Stored records:
- - -

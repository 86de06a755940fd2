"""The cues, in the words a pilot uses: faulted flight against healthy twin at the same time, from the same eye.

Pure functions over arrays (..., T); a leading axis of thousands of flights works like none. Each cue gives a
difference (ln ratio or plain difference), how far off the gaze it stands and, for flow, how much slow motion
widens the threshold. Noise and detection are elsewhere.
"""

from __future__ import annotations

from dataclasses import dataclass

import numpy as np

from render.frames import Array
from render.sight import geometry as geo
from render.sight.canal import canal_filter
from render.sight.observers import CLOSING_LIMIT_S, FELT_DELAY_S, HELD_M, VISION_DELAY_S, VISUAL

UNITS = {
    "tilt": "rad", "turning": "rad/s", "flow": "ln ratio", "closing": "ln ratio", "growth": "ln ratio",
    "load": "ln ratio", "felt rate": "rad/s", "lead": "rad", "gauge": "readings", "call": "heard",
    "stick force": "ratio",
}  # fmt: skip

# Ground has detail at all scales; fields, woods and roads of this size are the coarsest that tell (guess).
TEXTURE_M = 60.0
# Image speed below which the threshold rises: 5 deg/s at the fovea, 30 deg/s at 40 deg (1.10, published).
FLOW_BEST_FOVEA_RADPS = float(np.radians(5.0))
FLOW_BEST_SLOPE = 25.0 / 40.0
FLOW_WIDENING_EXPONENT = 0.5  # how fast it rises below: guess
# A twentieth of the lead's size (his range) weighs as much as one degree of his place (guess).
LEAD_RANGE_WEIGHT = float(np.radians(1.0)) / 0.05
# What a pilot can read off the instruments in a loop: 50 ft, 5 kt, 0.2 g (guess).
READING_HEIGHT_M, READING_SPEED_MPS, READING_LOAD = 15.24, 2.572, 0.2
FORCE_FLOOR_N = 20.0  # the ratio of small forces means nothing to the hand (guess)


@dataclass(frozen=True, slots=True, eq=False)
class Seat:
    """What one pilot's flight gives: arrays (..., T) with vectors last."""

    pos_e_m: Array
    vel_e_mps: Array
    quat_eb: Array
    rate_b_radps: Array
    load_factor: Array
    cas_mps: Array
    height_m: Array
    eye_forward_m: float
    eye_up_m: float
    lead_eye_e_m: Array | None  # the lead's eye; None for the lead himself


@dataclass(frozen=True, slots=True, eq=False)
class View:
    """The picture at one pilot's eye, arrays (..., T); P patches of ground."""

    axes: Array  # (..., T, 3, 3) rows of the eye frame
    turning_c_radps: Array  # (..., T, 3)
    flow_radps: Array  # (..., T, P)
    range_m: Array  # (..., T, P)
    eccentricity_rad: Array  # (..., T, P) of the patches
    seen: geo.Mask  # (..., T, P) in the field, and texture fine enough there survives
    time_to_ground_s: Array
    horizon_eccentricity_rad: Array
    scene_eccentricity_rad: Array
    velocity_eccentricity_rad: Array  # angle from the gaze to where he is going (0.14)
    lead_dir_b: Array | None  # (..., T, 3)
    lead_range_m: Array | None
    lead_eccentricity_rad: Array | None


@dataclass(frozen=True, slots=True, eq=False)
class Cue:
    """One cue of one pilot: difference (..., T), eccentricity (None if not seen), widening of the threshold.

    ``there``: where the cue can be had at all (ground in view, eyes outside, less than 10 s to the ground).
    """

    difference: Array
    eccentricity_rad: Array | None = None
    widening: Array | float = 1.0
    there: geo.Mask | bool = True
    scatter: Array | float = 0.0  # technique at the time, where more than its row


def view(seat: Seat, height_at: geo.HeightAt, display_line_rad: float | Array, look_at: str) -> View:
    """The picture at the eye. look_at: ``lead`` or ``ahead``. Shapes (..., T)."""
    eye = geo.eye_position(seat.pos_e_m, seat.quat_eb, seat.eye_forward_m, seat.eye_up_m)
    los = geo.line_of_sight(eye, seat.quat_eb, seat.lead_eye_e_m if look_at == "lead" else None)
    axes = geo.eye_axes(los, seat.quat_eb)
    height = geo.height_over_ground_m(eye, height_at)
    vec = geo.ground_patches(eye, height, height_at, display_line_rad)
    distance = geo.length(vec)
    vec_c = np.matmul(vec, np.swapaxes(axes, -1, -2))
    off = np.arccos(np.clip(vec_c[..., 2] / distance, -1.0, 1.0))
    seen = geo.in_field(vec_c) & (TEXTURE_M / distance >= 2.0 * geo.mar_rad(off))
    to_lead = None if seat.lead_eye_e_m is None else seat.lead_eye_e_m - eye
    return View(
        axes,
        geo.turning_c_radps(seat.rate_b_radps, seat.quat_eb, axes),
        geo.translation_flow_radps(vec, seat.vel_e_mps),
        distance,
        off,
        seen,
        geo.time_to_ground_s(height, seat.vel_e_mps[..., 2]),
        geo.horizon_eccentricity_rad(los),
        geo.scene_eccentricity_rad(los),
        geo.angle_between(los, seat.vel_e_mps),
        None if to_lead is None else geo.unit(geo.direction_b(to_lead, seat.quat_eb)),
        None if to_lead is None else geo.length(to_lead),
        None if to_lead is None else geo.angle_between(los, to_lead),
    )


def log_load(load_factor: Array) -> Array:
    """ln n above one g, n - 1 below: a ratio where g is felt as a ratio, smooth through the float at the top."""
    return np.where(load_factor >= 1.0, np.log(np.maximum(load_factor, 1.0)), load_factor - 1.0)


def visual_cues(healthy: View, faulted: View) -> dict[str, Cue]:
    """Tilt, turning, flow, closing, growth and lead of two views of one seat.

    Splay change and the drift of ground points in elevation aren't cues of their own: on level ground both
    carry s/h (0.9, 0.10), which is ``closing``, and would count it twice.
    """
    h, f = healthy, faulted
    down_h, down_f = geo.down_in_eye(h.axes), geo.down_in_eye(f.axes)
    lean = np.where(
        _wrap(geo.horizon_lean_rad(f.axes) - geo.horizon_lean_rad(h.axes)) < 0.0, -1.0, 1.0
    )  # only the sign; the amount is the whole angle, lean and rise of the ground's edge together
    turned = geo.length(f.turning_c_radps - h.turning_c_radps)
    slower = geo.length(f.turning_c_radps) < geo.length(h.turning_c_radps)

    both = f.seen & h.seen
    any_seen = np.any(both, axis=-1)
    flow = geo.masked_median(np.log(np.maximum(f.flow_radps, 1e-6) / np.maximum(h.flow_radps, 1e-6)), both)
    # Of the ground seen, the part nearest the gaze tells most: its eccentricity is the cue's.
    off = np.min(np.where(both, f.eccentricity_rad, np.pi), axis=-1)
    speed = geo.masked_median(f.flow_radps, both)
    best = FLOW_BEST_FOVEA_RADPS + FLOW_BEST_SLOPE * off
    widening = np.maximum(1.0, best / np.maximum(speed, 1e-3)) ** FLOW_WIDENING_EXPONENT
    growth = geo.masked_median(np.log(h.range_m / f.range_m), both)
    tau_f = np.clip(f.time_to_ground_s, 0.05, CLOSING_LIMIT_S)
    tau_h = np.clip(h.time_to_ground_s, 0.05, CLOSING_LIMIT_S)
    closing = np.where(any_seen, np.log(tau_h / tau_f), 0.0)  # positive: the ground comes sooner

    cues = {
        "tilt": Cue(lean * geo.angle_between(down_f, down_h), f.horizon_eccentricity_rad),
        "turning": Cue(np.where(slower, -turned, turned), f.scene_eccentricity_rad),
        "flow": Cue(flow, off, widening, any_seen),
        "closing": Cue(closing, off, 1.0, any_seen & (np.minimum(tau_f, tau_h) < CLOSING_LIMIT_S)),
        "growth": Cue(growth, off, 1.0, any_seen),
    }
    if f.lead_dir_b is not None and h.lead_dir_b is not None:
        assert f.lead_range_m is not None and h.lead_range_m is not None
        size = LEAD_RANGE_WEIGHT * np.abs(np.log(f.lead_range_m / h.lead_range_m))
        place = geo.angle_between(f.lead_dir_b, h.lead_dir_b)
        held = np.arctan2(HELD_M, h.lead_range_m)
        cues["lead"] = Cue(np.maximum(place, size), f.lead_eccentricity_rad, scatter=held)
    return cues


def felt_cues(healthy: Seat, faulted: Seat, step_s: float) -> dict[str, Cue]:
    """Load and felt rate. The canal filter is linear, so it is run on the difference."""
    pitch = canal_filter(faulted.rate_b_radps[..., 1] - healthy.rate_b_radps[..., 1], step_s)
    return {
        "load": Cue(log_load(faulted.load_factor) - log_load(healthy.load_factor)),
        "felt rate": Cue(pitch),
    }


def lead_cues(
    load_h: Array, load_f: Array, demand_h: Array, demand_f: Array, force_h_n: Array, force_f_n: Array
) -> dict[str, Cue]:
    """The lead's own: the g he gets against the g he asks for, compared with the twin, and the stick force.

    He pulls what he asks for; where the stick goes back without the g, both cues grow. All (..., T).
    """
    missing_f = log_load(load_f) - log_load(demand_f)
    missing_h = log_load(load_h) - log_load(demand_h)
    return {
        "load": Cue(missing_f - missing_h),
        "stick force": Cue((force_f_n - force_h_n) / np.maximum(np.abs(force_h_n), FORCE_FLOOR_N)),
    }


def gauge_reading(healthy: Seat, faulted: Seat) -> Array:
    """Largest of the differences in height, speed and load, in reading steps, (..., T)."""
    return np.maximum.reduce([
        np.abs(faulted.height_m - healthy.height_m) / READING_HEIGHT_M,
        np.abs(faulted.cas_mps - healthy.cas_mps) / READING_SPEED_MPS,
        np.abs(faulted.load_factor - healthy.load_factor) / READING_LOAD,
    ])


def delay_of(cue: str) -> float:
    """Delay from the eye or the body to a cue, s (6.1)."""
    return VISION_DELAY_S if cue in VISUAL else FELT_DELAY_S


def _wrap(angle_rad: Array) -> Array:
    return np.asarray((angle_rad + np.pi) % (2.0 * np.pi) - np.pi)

- - -

> [THE PROBLEM]:
Retype only this range exactly: the first line of the data through the line where "# A twentieth" appears.

> [TASK RESPONSE]:
repository 86de06a755940fd2
"""The cues, in the words a pilot uses: faulted flight against healthy twin at the same time, from the same eye.

Pure functions over arrays (..., T); a leading axis of thousands of flights works like none. Each cue gives a
difference (ln ratio or plain difference), how far off the gaze it stands and, for flow, how much slow motion
widens the threshold. Noise and detection are elsewhere.
"""

from __future__ import annotations

from dataclasses import dataclass

import numpy as np

from render.frames import Array
from render.sight import geometry as geo
from render.sight.canal import canal_filter
from render.sight.observers import CLOSING_LIMIT_S, FELT_DELAY_S, HELD_M, VISION_DELAY_S, VISUAL

UNITS = {
    "tilt": "rad", "turning": "rad/s", "flow": "ln ratio", "closing": "ln ratio", "growth": "ln ratio",
    "load": "ln ratio", "felt rate": "rad/s", "lead": "rad", "gauge": "readings", "call": "heard",
    "stick force": "ratio",
}  # fmt: skip

# Ground has detail at all scales; fields, woods and roads of this size are the coarsest that tell (guess).
TEXTURE_M = 60.0
# Image speed below which the threshold rises: 5 deg/s at the fovea, 30 deg/s at 40 deg (1.10, published).
FLOW_BEST_FOVEA_RADPS = float(np.radians(5.0))
FLOW_BEST_SLOPE = 25.0 / 40.0
FLOW_WIDENING_EXPONENT = 0.5  # how fast it rises below: guess
# A twentieth of the lead's size (his range) weighs as much as one degree of his place (guess).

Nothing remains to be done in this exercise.